What can still go wrong:

  • telemetry is still best-effort
  • all runs in the batch share one telemetry payload, which is operationally reasonable but different from the one-run/one-telemetry assumption implied by the split path

Main mismatch:

  • this wrapper already behaves differently from run_review_bundle on dry-run persistence
  • another sign that lifecycle rules live in scripts instead of one owner

Path 5: repair path

Command:

  • commonplace-repair-codex-model-partitions

What it does:

  • scans saved Codex session logs under ~/.codex/sessions
  • extracts Review run id: N from prompts
  • rebuilds telemetry
  • backfills review_runs.telemetry_json
  • rekeys review_runs, gate_reviews, and accepted acceptance_events to the actual model partition

Why it exists:

  • historical rows were written without the telemetry/model corrections that the nested wrapper path later added

Why it matters for design:

  • it is compensating for missing lifecycle invariants
  • if all live paths produced correct final rows, this would only remain as a one-off migration tool

Divergence summary

The current paths disagree on four things:

1. When does a run start?

  • split paths: at creation time
  • nested paths: also at creation time, but then immediately launch
  • gate sweep dry-run: never persists the run at all

This is the pressure that motivates a prepared state, but the revised plan rejects adding one — see design.md for rationale.

2. Who owns telemetry?

  • split paths: nobody
  • nested paths: wrapper-specific logic
  • repair path: late backfill from session logs

Telemetry currently belongs to whichever script happened to launch the runner.

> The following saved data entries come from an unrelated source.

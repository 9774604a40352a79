"""Words an editor can offer inside an annotation, and where the cursor is.

The words themselves come from the grammar (``notelsp.notation.claim_vocabulary``
reads them off its terminals): the shapes the VSEPR model predicts, in the order
of their steric number, the textbook hybridization labels and the placement
sites; the one spelling offered for "no hybrid" and for each polarity is chosen
here.  Each is sorted into shapes and other claims by parsing it with the
grammar, so completion never offers a word the parser would reject.  Only the
one-line descriptions live here (standard VSEPR geometry, from memory).
Element symbols come from ``notelsp.elements``.
"""

from __future__ import annotations

from dataclasses import dataclass
from functools import cache
from typing import Literal

from .. import elements
from ..chem.vsepr import SHAPES
from ..notation.claim_vocabulary import HYBRID_LABELS, shape_names, site_words
from ..notation.model import ShapeClaim
from ..notation.transform import parse_claim

DETAILS: dict[str, str] = {
    "linear": "two domains (or 2 bonds + 3 lone pairs) in a line, 180°",
    "bent": "two bonds with one or two lone pairs, angle below 120° or 109.5°",
    "trigonal planar": "three bonds in a plane at 120°, no lone pair",
    "trigonal pyramidal": "three bonds and one lone pair, a flattened tetrahedron",
    "T-shaped": "three bonds and two equatorial lone pairs, near 90°",
    "tetrahedral": "four bonds at 109.5°, no lone pair",
    "seesaw": "four bonds and one equatorial lone pair in a trigonal bipyramid",
    "square planar": "four bonds in a plane at 90°, two trans lone pairs",
    "trigonal bipyramidal": "five bonds: three equatorial at 120°, two axial",
    "square pyramidal": "five bonds and one lone pair in an octahedron",
    "octahedral": "six bonds at 90°",
    "pentagonal bipyramidal": "seven bonds: five equatorial at 72°, two axial",
    "pentagonal planar": "five bonds in a plane at 72°, two axial lone pairs",
    "pentagonal pyramidal": "six bonds (five in a plane, one axial) and one axial lone pair",
    "sp": "hybridization label: two sp hybrids",
    "sp2": "hybridization label: three sp2 hybrids",
    "sp3": "hybridization label: four sp3 hybrids",
    "sp3d": "hybridization label for five electron domains",
    "sp3d2": "hybridization label for six electron domains",
    "sp3d3": "hybridization label for seven electron domains",
    "unhybridized": "bonds from nearly pure p orbitals (Drago's rule)",
    "polar": "the species has a dipole moment",
    "nonpolar": "the bond dipoles cancel",
    "axial": "placement: along the axis of a bipyramid (after a symbol: 'F axial')",
    "equatorial": "placement: in the equatorial plane (after a symbol: 'F equatorial')",
    "apical": "placement: the apex of a square pyramid",
    "basal": "placement: the base of a square pyramid",
    "cis": "placement: neighbouring positions",
    "trans": "placement: opposite positions",
    "fac": "placement: three ligands on one face of an octahedron",
    "mer": "placement: three ligands on a meridian of an octahedron",
}
NO_DETAIL = "a claim word of the notation"
# The spelling offered where the grammar reads several (unhybridised, no hybridization, pure p; apolar, ...).
OFFERED_SPELLINGS = ("unhybridized", "polar", "nonpolar")


def _shown(shape: str) -> str:
    """A canonical shape name as written in prose: 'trigonal planar', 'T-shaped' (a letter's shape)."""
    first, *rest = shape.split("-")
    return f"{first.upper()}-{' '.join(rest)}" if len(first) == 1 else " ".join([first, *rest])


@cache
def claim_phrases() -> tuple[str, ...]:
    """Whole claims as commonly written, the words completion offers."""
    predicted = sorted(SHAPES, key=lambda key: (key[0], key[1]))  # (steric number, bonded atoms)
    order = {shape: index for index, shape in reversed(list(enumerate(SHAPES[key] for key in predicted)))}
    shapes = sorted((name for name in shape_names() if name in order), key=order.__getitem__)
    return (*map(_shown, shapes), *HYBRID_LABELS, *OFFERED_SPELLINGS, *site_words())


@dataclass(frozen=True, slots=True)
class Word:
    label: str
    detail: str
    kind: Literal["element", "shape", "claim"]


CursorPlace = Literal["formula", "claim"]


def place_in_annotation(text: str, offset: int) -> CursorPlace | None:
    """Whether the cursor is in an unfinished ``{`` group's formula, its claims, or outside one."""
    line_start = max(text.rfind("\n", 0, offset), text.rfind("\r", 0, offset)) + 1
    before = text[line_start:offset]
    opened = before.rfind("{")
    if opened < 0 or "}" in before[opened:]:
        return None
    return "claim" if ":" in before[opened:] else "formula"


def word_start(text: str, offset: int, place: CursorPlace) -> int:
    """Where the text a completion replaces begins: the whole claim typed so far
    (claim words can be several words, "trigonal pl|"), or the element symbol."""
    start = offset
    if place == "claim":
        while start > 0 and text[start - 1] not in "{:,;\n\r":
            start -= 1
        while start < offset and text[start] in " \t":
            start += 1
        return start
    # an element symbol is a capital and at most one small letter: "ClF|" replaces "F"
    if offset >= 1 and text[offset - 1].isupper():
        return offset - 1
    if offset >= 2 and text[offset - 2].isupper() and text[offset - 1].islower():
        return offset - 2
    return offset


def _is_shape(phrase: str) -> bool:
    claim, _ = parse_claim(phrase)
    return isinstance(claim, ShapeClaim)


@cache
def claim_words() -> tuple[Word, ...]:
    """The notation's claim phrases, shapes first (parsed once per process)."""
    words = [Word(p, DETAILS.get(p, NO_DETAIL), "shape" if _is_shape(p) else "claim") for p in claim_phrases()]
    return tuple(sorted(words, key=lambda w: w.kind != "shape"))


def words_for(place: CursorPlace) -> tuple[Word, ...]:
    if place == "formula":
        return tuple(Word(e.symbol, e.name, "element") for e in sorted(elements.table().values(), key=lambda e: e.number))
    return claim_words()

3. Who decides the actual model partition?

  • split paths: requested model_id becomes canonical
  • nested paths: actual telemetry may rekey the run before reviews are recorded
  • repair path: historical correction later

The model partition contract is inconsistent across paths.

4. Where is lifecycle logic implemented?

  • partially in review_db.py
  • partially in run_review_bundle.py
  • partially in run_gate_sweep.py
  • partially in record_bundle_review.py
  • partially in finalize_review_run.py

The system does not currently have one module that owns the lifecycle of a review run.

Immediate design conclusions

  1. Telemetry attachment has to become an explicit lifecycle step.
  2. Actual model partition assignment (rekeying) must be centralized — one function, one boundary.
  3. All scripts should stop open-coding run transitions.
  4. A pre-execution state (prepared) was considered but rejected — the split-agent path has no observable "start" transition, and stale rows need cleanup either way. See design.md for rationale.